First of all, let me say that I'm grateful that you're working on improving
"?" while keeping it portable. Some comments in line:
On Wed, Apr 3, 2013 at 2:21 PM, Rupert Swarbrick <rswarbrick at gmail.com>wrote:
> Stavros Macrakis <macrakis at alum.mit.edu> writes:
> ...
> I agree. But I think it's spending its time on a bizarrely slow (on
> CMUCL) regular expression search. This was in the previous code as well,
> th
>
> ough, so maybe it's nothing new on that machine.
>
I find it strange that we're doing any searching at all at runtime -- in
the old code or the new.
> Also, if 3 seconds is "a tad slow, but not terribly slow", I presume
>
> that the machine is pretty much unusably slow at everything else!
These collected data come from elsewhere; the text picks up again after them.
/// Irvine's elastic catenary (*Cable Structures*, MIT Press 1981, ch. 1; from memory, shared
/// REFERENCES §2), written here from the published forward map: with the tension at end a
/// having horizontal component `H` and vertical component `V` along the cable towards b,
///   `x = H L0/EA + (H/w)[asinh(V_b/H) − asinh(V/H)]`, `V_b = V + w L0`,
///   `z = (V L0 + w L0²/2)/EA + (H/w)[√(1+(V_b/H)²) − √(1+(V/H)²)]`.
/// `(H, V)` for the chord are found by a damped Newton method on this map from the initial
/// guess of Peyrot & Goulois (1979, J. Struct. Div. ASCE 105(ST5); from memory); the in-plane
/// tangent is the inverse of the map's Jacobian (the flexibility), the out-of-plane one `H/l_x`.
/// Energy: `∫ T²/(2EA) ds + w ∫ z ds` plus the weight at the height `base` of end a.
fn catenary(d: &Vector3<f64>, up: &Vector3<f64>, w: f64, ea: f64, l0: f64, base: f64) -> Option<MemberLaw> {
    let lz = d.dot(up);
    let hvec = d - up * lz;
    let lx = hvec.norm();
    if lx <= 1e-9 * d.norm() {
        return Some(vertical_cable(lz, up, w, ea, l0, base));
    }
    let horiz = hvec / lx;
    let map = |h: f64, v: f64| -> ((f64, f64), [[f64; 2]; 2]) {
        let vb = v + w * l0;
        let (ra, rb) = ((1.0 + (v / h).powi(2)).sqrt(), (1.0 + (vb / h).powi(2)).sqrt());
        let x = h * l0 / ea + h / w * ((vb / h).asinh() - (v / h).asinh());
        let z = (v * l0 + 0.5 * w * l0 * l0) / ea + h / w * (rb - ra);
        // Derivatives with respect to H and V (V_b moves with V).
        let dx_dh = l0 / ea + ((vb / h).asinh() - (v / h).asinh()) / w - (vb / rb - v / ra) / (w * h);
        let dx_dv = (1.0 / rb - 1.0 / ra) / w;
        let dz_dh = (rb - ra) / w - ((vb / h).powi(2) / rb - (v / h).powi(2) / ra) / w;
        let dz_dv = l0 / ea + (vb / (h * rb) - v / (h * ra)) / w;
        ((x, z), [[dx_dh, dx_dv], [dz_dh, dz_dv]])
    };
    // Initial guess (Peyrot & Goulois).
    let chord2 = lx * lx + lz * lz;
    let lam = if l0 * l0 <= chord2 {
        0.2
    } else {
        (3.0 * ((l0 * l0 - lz * lz) / (lx * lx) - 1.0)).sqrt().max(1e-6)
    };
    let mut h = (w * lx / (2.0 * lam)).abs().max(1e-300);
    let mut v = 0.5 * w * (lz / lam.tanh() - l0);
    let size = l0.max(chord2.sqrt());
    // Converged at 1e-14 of the size, or where round-off in the map stops the progress
    // (within 1e-11 of the size; the map's own round-off is about 1e-14 of its largest term).
    let mut converged = false;
    let mut stalls = 0;
    for _ in 0..300 {
        let ((x, z), j) = map(h, v);
        let (rx, rz) = (x - lx, z - lz);
        let before = (rx * rx + rz * rz).sqrt();
        if before <= 1e-14 * size || (before <= 1e-11 * size && stalls >= 3) {
            converged = true;
            break;
        }
        let det = j[0][0] * j[1][1] - j[0][1] * j[1][0];
        let dh = -(j[1][1] * rx - j[0][1] * rz) / det;
        let dv = -(-j[1][0] * rx + j[0][0] * rz) / det;
        // Damped: keep H positive, shrink until the mismatch falls.
        let mut t = 1.0;
        loop {
            let (hn, vn) = (h + t * dh, v + t * dv);
            if hn > 0.0 {
                let ((xn, zn), _) = map(hn, vn);
                let after = ((xn - lx).powi(2) + (zn - lz).powi(2)).sqrt();
                if after < before || t < 1e-6 {
                    if after > 0.5 * before {
                        stalls += 1;
                    }
                    h = hn;
                    v = vn;
                    break;
                }
            }
            t *= 0.5;
            if t < 1e-12 {
                return None;
            }
        }
    }
    if !converged {
        return None;
    }
    let ((_, _), j) = map(h, v);
    let det = j[0][0] * j[1][1] - j[0][1] * j[1][0];
    // Stiffness in the (horizontal, up) plane: inverse of the flexibility.
    let k = [[j[1][1] / det, -j[0][1] / det], [-j[1][0] / det, j[0][0] / det]];
    let lateral = up.cross(&horiz);
    let mut block = lateral * lateral.transpose() * (h / lx);
    let basis = [horiz, *up];
    for (p, bp) in basis.iter().enumerate() {
        for (q, bq) in basis.iter().enumerate() {
            block += bp * bq.transpose() * k[p][q];
        }
    }
    let vb = v + w * l0;
    let strain = (h * h * l0 + (vb.powi(3) - v.powi(3)) / (3.0 * w)) / (2.0 * ea);
    let prim = |s: f64| 0.5 * (s * (1.0 + s * s).sqrt() + s.asinh());
    let int_z = (0.5 * v * l0 * l0 + w * l0.powi(3) / 6.0) / ea
        + h / w * (h / w * (prim(vb / h) - prim(v / h)) - l0 * (1.0 + (v / h).powi(2)).sqrt());
    let energy = strain + w * int_z + w * l0 * base;
    Some(MemberLaw {
        end_a: -(horiz * h + up * v),
        end_b: horiz * h + up * vb,
        energy,
        block,
        tension: h.hypot(v).max(h.hypot(vb)),
        sagging: true,
    })
}

/// A cable on a vertical chord (`H = 0`), from the same laws with no horizontal tension: the
/// tension at `s` is `|V + w s|` and the rise `dz/ds = sgn(V + w s)(1 + |V + w s|/EA)`, so the
/// rise of b over a is piecewise linear in `V` and is solved in closed form — taut with its
/// lower end pulling (`V ≥ 0` or `V_b ≤ 0`), or hanging in a loop below both ends. Across the
/// chord `x = H ∫(1/T + 1/EA) ds`, so the stiffness there is `1/(|ln(V_b/V)|/w + L0/EA)`,
/// and zero where the tension vanishes along the cable (a loop, or a free lower end).
fn vertical_cable(lz: f64, up: &Vector3<f64>, w: f64, ea: f64, l0: f64, base: f64) -> MemberLaw {
    let self_stretch = w * l0 * l0 / (2.0 * ea);
    // V ≥ 0: the whole cable rises from a; V_b ≤ 0: the whole cable falls from a.
    let rising = (lz - l0 - self_stretch) * ea / l0;
    let falling = (lz + l0 - self_stretch) * ea / l0;
    let (v, axial) = if rising >= 0.0 {
        (rising, ea / l0)
    } else if falling <= -w * l0 {
        (falling, ea / l0)
    } else {
        let rate = 1.0 / (2.0 / w + l0 / ea);
        ((lz - l0 - self_stretch) * rate, rate)
    };
    let vb = v + w * l0;
    // Tension below a millionth of the weight counts as vanishing (an equilibrium's residual
    // leaves a free end that much tension).
    let tol = 1e-6 * w * l0;
    let across = if v > tol || vb < -tol {
        1.0 / ((vb / v).abs().ln().abs() / w + l0 / ea)
    } else {
        0.0
    };
    let block = *up * up.transpose() * axial + (Matrix3::identity() - *up * up.transpose()) * across;
    let s0 = (-v / w).clamp(0.0, l0);
    let int_z = (0.5 * v * l0 * l0 + w * l0.powi(3) / 6.0) / ea + 0.5 * l0 * l0 - 2.0 * s0 * l0 + s0 * s0;
    let strain = (vb.powi(3) - v.powi(3)) / (6.0 * w * ea);
    MemberLaw {
        end_a: -*up * v,
        end_b: *up * vb,
        energy: strain + w * int_z + w * l0 * base,
        block,
        tension: v.abs().max(vb.abs()),
        sagging: true,
    }
}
Ray?
>
I wouldn't presume that a 750Mhz machine would be slow. Maxima was
originally built on a machine roughly equivalent to 1Mhz / 2MB RAM, and
was pretty snappy on short calculations. The core codebase hasn't changed
much since then.
> And I don't understand why building the index at runtime makes any
> > sense at all.
>
> (1) There is no way to portably jump to a given byte of a text stream
> and output the stuff you find there. Guesses based on character
> position or byte position don't work across all the lisps we claim
>
> to support.
>
Well, I can think of several approaches:
1) Developing a way of doing portable random access of text files -- seems
like a pretty basic function. Have we contacted the Lisp implementers
where we have difficulties?
2) Putting each function and each chapter in a different file -- that's <
3000 files, which is no big deal.
3) Reading/writing the doc in binary/integer form so there is no ambiguity.
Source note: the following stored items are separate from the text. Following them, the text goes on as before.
/// The design part of a member's properties.
pub fn member_design(app: &mut RigApp, ui: &mut egui::Ui, i: usize) {
    let units = app.settings.units;
    let Some(m) = app.doc.project.members.get(i).cloned() else { return };
    let design = m.design.clone().unwrap_or_default();
    ui.add_space(8.0);
    ui.label(RichText::new("Design").strong());
    let member_id = m.id.clone();
    let set = move |app: &mut RigApp, key: &str, f: Box<dyn FnOnce(&mut MemberDesign)>| {
        let id = member_id.clone();
        edit(app, format!("design-{key}-{i}"), move |p| {
            // Found by id when the edit runs: the member may have gone since.
            let Some(m) = p.members.iter_mut().find(|m| m.id == id) else {
                return;
            };
            let d = m.design.get_or_insert_with(MemberDesign::default);
            f(d);
            if d.is_empty() {
                m.design = None;
            }
        });
    };
    match m.kind {
        MemberDocKind::Cable { .. } => {
            let cat = catalogue(&app.doc.project);
            let current = design.part.as_deref().and_then(|id| cat.find(id)).cloned();
            ui.horizontal(|ui| {
                let name = ui.label("Part").id;
                let shown = current.as_ref().map_or("choose…".to_string(), |p| p.id.clone());
                egui::ComboBox::from_id_salt("part-chooser")
                    .selected_text(shown)
                    .width(190.0)
                    .show_ui(ui, |ui| {
                        let filter_name = ui.label("filter").id;
                        ui.add(egui::TextEdit::singleline(&mut app.sizing.part_filter).hint_text("e.g. 6x19 or IWRC-10"))
                            .labelled_by(filter_name);
                        let filter = app.sizing.part_filter.clone();
                        for part in cat
                            .by_weight()
                            .into_iter()
                            .filter(|p| filter.is_empty() || p.id.contains(&filter) || p.description.contains(&filter))
                            .take(150)
                        {
                            let label = format!(
                                "{}  ({}, {})",
                                part.id,
                                units.show(Quantity::Force, part.breaking_force),
                                part.description
                            );
                            if ui
                                .selectable_label(current.as_ref().is_some_and(|c| c.id == part.id), label)
                                .clicked()
                            {
                                let part = part.clone();
                                let id = m.id.clone();
                                edit(app, format!("part-{i}"), move |p| {
                                    let _ = assign_part(p, &id, &part);
                                });
                            }
                        }
                    })
                    .response
                    .labelled_by(name);
            });
            match &current {
                Some(p) => {
                    ui.label(format!(
                        "F_min {}, EA {}, {}",
                        units.show(Quantity::Force, p.breaking_force),
                        units.show(Quantity::Force, p.ea),
                        units.show(Quantity::MassPerLength, p.mass_per_length)
                    ));
                    if !p.source.is_empty() {
                        ui.label(RichText::new(&p.source).small().weak());
                    }
                }
                None => {
                    if let Some(id) = &design.part {
                        ui.label(RichText::new(format!("`{id}` is not in the catalogue")).color(pal::ALARM));
                    }
                    let mut has = design.breaking_force.is_some();
                    if ui.checkbox(&mut has, "breaking force given by hand").changed() {
                        set(app, "bf", Box::new(move |d| d.breaking_force = has.then_some(10_000.0)));
                    }
                    if let Some(bf) = design.breaking_force {
                        let mut v = units.to_display(Quantity::Force, bf);
                        ui.horizontal(|ui| {
                            let name = ui.label("Minimum breaking force").id;
                            if ui
                                .add(DragValue::new(&mut v).speed(bf.abs() * 0.002 + 1.0))
                                .labelled_by(name)
                                .changed()
                                && v > 0.0
                            {
                                let si = units.to_si(Quantity::Force, v);
                                set(app, "bf", Box::new(move |d| d.breaking_force = Some(si)));
                            }
                            ui.label(units.symbol(Quantity::Force));
                        });
                    }
                }
            }
            let default_eff = app.doc.project.sizing.termination_efficiency;
            let mut own = design.termination_efficiency.is_some();
            let mut eff = design.termination_efficiency.unwrap_or(default_eff);
            ui.horizontal(|ui| {
                let c = ui.checkbox(&mut own, "own termination efficiency");
                let v = ui
                    .add_enabled(own, DragValue::new(&mut eff).range(0.1..=1.0).speed(0.005))
                    .labelled_by(c.id)
                    .changed();
                if c.changed() || v {
                    set(app, "eff", Box::new(move |d| d.termination_efficiency = own.then_some(eff)));
                }
            });
            let mut slack = design.may_slacken;
            if ui
                .checkbox(&mut slack, "may go slack (safety or check cable)")
                .on_hover_text("Skip the slack check for this cable")
                .changed()
            {
                set(app, "slack", Box::new(move |d| d.may_slacken = slack));
            }
        }
        MemberDocKind::Spring { rate, .. } => {
            match &design.spring {
                Some(s) => {
                    ui.label(format!(
                        "{}, d {} mm, D {} mm, {} active coils, {} ends, free length {:.1} mm",
                        s.material.name(),
                        s.wire_mm,
                        s.mean_mm,
                        s.active_coils,
                        s.ends.name(),
                        s.free_length_mm
                    ));
                }
                None => {
                    ui.label("No spring design: the stress and solid-length checks need one.");
                }
            }
            if ui.button("Spring designer…").clicked() {
                let force = max_force(app, &m.id).unwrap_or(rate * 0.05).abs().max(1.0);
                app.sizing.designer = Some(Designer {
                    member: i,
                    member_id: m.id.clone(),
                    req: SpringRequirement {
                        rate,
                        max_force: force,
                        material: design.spring.map_or(SpringMaterial::OilTempered, |s| s.material),
                        ends: design.spring.map_or(SpringEnds::SquaredGround, |s| s.ends),
                        max_outside_mm: None,
                        min_inside_mm: None,
                        max_free_length_mm: None,
                        design_factor: app.doc.project.sizing.design_factors.spring,
                        buckling_alpha: design.spring.map_or(1.0, |s| s.buckling_alpha),
                    },
                });
            }
        }
        MemberDocKind::Strut { .. } => {
            let mut has = design.section.is_some();
            if ui.checkbox(&mut has, "section for the buckling check").changed() {
                set(
                    app,
                    "section",
                    Box::new(move |d| {
                        d.section = has.then_some(StrutSection {
                            modulus: 210e9,
                            second_moment: 1e-6,
                            length_factor: 1.0,
                            capacity: None,
                        })
                    }),
                );
            }
            if let Some(sec) = design.section {
                egui::Grid::new("section").num_columns(3).show(ui, |ui| {
                    let mut e = units.to_display(Quantity::Stress, sec.modulus);
                    let name = ui.label("Young's modulus E").id;
                    if ui.add(DragValue::new(&mut e).speed(100.0)).labelled_by(name).changed() && e > 0.0 {
                        let si = units.to_si(Quantity::Stress, e);
                        set(
                            app,
                            "E",
                            Box::new(move |d| {
                                if let Some(sec) = d.section.as_mut() {
                                    sec.modulus = si;
                                }
                            }),
                        );
                    }
                    ui.label(units.symbol(Quantity::Stress));
                    ui.end_row();
                    let mut i4 = sec.second_moment * 1e8;
                    let name = ui.label("second moment I").id;
                    if ui.add(DragValue::new(&mut i4).speed(0.5)).labelled_by(name).changed() && i4 > 0.0 {
                        set(
                            app,
                            "I",
                            Box::new(move |d| {
                                if let Some(sec) = d.section.as_mut() {
                                    sec.second_moment = i4 * 1e-8;
                                }
                            }),
                        );
                    }
                    ui.label("cm⁴");
                    ui.end_row();
                    let mut k = sec.length_factor;
                    let name = ui.label("effective-length factor K").id;
                    if ui
                        .add(DragValue::new(&mut k).range(0.5..=2.5).speed(0.01))
                        .labelled_by(name)
                        .changed()
                    {
                        set(
                            app,
                            "K",
                            Box::new(move |d| {
                                if let Some(sec) = d.section.as_mut() {
                                    sec.length_factor = k;
                                }
                            }),
                        );
                    }
                    ui.label("(1 pinned–pinned)");
                    ui.end_row();
                });
            }
        }
    }
    let class_df = app.doc.project.sizing.design_factors.of(match m.kind {
        MemberDocKind::Cable { .. } => MemberClass::Cable,
        MemberDocKind::Spring { .. } => MemberClass::Spring,
        MemberDocKind::Strut { .. } => MemberClass::Strut,
    });
    let mut own = design.design_factor.is_some();
    let mut df = design.design_factor.unwrap_or(class_df);
    ui.horizontal(|ui| {
        let c = ui.checkbox(&mut own, "own design factor");
        let v = ui
            .add_enabled(own, DragValue::new(&mut df).range(1.0..=50.0).speed(0.05))
            .labelled_by(c.id)
            .changed();
        if c.changed() || v {
            set(app, "df", Box::new(move |d| d.design_factor = own.then_some(df)));
        }
    });
    if let Some((_, Ok(report))) = &app.sizing.report
        && let Some(c) = report.members.iter().find(|c| c.id == m.id)
    {
        ui.horizontal(|ui| {
            ui.label("check:");
            ui.label(status_text(c.status));
            if let Some(u) = c.utilisation {
                ui.label(format!("utilisation {u:.3}"));
            }
        });
    }
}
4) Using a fixed-length encoding like UTF-16.
Approach (2) would seem to be the easiest and most portable.
> (2) The perl script that was compiling stuff was very slow. I was
> recompiling Maxima every couple of minutes to check that my
> changes didn't break things (especially when working on the build
>
> system). Ten seconds each time watching a perl invocation.
>
Most people will either not build at all (Windows and Mac users are
presumably mostly using prebuilt binaries) or build once every few months.
Moving index building to runtime for the comfort of the developer of the
info functionality seems like a poor tradeoff. For that matter, if you've
now developed a Lisp indexer that you think is acceptably fast, why not run
it at build time instead of at run time?